Among the records that follow, set down only the lines from the one containing "export const dynamic" to the one containing "const measure = params.measure", both included, exactly.

Records drawn from a dataset
+===+

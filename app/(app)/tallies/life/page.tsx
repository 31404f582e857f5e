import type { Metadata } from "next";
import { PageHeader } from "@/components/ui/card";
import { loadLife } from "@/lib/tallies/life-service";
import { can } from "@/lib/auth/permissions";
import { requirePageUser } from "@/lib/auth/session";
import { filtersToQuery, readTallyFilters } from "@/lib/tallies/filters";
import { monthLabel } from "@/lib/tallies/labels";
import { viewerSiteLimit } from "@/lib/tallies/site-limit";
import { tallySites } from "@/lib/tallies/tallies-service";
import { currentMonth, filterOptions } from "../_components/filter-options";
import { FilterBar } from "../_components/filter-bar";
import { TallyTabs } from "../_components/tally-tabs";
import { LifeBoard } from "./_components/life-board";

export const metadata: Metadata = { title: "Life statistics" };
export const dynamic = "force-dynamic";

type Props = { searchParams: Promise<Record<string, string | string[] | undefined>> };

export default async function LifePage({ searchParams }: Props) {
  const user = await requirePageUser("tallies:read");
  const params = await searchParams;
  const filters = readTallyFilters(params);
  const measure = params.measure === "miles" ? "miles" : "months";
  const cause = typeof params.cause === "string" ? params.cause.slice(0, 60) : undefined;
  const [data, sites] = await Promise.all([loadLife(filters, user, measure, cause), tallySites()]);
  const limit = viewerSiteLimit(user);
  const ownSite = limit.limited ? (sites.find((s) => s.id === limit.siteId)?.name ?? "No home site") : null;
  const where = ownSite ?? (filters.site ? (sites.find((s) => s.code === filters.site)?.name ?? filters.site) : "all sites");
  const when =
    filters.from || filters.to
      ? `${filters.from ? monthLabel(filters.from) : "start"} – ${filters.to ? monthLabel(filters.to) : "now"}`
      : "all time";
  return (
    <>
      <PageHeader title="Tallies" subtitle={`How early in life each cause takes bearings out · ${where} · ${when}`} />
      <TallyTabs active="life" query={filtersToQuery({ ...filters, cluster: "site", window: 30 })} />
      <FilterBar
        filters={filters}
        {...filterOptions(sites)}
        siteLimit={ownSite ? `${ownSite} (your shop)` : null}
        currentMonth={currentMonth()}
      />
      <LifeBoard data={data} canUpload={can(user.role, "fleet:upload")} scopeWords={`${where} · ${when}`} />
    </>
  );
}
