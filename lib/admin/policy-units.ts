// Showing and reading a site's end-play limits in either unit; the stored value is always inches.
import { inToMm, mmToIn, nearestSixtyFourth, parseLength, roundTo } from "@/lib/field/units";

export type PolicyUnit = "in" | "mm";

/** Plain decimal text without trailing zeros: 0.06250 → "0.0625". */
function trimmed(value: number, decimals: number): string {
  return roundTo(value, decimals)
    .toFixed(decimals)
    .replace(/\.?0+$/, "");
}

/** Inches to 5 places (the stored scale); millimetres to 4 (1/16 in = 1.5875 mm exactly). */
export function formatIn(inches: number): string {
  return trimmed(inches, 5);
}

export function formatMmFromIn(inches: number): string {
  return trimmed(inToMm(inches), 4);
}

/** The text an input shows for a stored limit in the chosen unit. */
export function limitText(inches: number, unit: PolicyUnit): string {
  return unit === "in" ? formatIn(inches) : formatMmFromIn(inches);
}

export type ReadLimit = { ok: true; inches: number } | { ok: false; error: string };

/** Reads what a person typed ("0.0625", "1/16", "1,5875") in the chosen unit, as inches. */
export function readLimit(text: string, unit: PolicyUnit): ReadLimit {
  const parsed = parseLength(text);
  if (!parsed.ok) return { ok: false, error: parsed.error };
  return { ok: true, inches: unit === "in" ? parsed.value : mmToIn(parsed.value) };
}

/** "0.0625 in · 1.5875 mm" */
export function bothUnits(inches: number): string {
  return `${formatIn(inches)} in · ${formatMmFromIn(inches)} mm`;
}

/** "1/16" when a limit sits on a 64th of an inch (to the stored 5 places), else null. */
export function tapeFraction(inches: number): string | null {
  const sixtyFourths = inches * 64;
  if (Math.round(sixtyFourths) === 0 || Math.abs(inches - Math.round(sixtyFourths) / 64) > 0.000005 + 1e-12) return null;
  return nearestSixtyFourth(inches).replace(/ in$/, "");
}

+===+

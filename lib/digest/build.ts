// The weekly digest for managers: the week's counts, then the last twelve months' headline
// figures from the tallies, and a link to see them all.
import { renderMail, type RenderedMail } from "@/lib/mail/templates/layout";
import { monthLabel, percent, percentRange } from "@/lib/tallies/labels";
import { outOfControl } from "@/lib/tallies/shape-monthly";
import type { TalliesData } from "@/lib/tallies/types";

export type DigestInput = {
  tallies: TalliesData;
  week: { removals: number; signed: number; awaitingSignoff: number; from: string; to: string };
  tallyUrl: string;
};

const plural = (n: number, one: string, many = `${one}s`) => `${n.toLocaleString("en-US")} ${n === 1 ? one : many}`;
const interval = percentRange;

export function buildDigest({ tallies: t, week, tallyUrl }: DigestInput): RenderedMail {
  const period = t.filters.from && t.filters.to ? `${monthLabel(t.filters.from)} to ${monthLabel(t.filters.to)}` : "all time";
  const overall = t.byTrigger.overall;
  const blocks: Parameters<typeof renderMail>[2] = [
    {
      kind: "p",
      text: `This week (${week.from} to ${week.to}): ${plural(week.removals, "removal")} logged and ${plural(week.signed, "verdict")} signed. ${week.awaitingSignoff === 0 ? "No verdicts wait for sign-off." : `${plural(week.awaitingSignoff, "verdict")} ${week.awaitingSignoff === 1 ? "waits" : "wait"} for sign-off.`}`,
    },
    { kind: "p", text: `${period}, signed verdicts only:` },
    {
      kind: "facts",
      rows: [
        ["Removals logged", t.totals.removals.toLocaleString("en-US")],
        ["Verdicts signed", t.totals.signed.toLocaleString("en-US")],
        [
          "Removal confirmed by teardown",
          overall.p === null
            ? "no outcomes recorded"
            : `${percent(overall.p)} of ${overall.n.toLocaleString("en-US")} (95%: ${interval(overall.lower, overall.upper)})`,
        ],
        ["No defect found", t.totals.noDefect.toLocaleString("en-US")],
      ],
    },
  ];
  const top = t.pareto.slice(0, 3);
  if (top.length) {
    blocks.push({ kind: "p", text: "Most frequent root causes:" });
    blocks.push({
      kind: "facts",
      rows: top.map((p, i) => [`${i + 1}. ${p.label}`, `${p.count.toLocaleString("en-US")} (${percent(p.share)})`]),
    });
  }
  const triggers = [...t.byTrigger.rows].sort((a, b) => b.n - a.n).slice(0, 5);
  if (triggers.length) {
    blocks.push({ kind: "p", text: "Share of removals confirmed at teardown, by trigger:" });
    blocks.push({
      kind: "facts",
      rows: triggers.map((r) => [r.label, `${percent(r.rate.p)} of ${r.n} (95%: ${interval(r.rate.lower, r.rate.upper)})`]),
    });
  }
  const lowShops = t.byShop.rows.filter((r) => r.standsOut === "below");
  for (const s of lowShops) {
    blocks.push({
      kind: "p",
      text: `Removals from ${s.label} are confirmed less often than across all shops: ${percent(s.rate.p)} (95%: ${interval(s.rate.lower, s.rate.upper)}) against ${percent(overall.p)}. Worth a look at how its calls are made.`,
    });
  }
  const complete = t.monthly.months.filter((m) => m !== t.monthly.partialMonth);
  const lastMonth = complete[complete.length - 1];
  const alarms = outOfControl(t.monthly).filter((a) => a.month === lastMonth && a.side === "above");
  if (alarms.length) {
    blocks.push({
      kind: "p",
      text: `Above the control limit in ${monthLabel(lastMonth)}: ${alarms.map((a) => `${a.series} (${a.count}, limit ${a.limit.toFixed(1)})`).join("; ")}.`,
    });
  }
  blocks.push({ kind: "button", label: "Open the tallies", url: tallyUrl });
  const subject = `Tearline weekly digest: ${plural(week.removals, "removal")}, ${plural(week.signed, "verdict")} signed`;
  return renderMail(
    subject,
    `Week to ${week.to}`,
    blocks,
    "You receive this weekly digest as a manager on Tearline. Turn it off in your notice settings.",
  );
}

+===+

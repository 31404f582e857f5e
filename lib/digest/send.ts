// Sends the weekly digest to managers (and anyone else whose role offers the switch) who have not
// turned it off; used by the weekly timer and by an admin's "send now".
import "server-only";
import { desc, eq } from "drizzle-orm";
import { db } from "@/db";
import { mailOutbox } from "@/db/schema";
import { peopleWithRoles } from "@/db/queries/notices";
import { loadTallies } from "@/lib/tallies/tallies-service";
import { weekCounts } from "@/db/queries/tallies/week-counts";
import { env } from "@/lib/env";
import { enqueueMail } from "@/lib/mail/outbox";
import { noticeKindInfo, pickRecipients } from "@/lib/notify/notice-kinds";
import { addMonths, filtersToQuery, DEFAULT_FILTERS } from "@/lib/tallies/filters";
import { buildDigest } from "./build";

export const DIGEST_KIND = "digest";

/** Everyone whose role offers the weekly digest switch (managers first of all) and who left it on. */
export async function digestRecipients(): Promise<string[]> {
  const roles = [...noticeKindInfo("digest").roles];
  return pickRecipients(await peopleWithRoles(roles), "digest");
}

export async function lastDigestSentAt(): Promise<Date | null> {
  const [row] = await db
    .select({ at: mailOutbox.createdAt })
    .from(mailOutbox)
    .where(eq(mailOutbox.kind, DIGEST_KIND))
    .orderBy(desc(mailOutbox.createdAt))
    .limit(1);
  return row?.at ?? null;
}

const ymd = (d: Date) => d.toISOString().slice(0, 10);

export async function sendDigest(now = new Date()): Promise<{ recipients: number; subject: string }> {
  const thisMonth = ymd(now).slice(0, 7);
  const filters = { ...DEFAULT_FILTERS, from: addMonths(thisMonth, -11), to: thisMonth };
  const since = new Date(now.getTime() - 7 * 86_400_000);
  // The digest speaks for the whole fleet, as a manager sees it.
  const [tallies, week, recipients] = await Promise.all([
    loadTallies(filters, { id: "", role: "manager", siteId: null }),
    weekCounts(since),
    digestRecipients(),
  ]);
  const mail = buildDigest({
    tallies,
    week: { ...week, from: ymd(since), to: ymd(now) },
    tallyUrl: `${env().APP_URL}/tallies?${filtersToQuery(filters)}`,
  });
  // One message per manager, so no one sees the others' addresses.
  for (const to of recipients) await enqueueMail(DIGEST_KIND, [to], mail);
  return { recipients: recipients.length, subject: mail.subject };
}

+===+

**TASK SOLUTION:**
export const dynamic = "force-dynamic";

type Props = { searchParams: Promise<Record<string, string | string[] | undefined>> };

export default async function LifePage({ searchParams }: Props) {
  const user = await requirePageUser("tallies:read");
  const params = await searchParams;
  const filters = readTallyFilters(params);
  const measure = params.measure === "miles" ? "miles" : "months";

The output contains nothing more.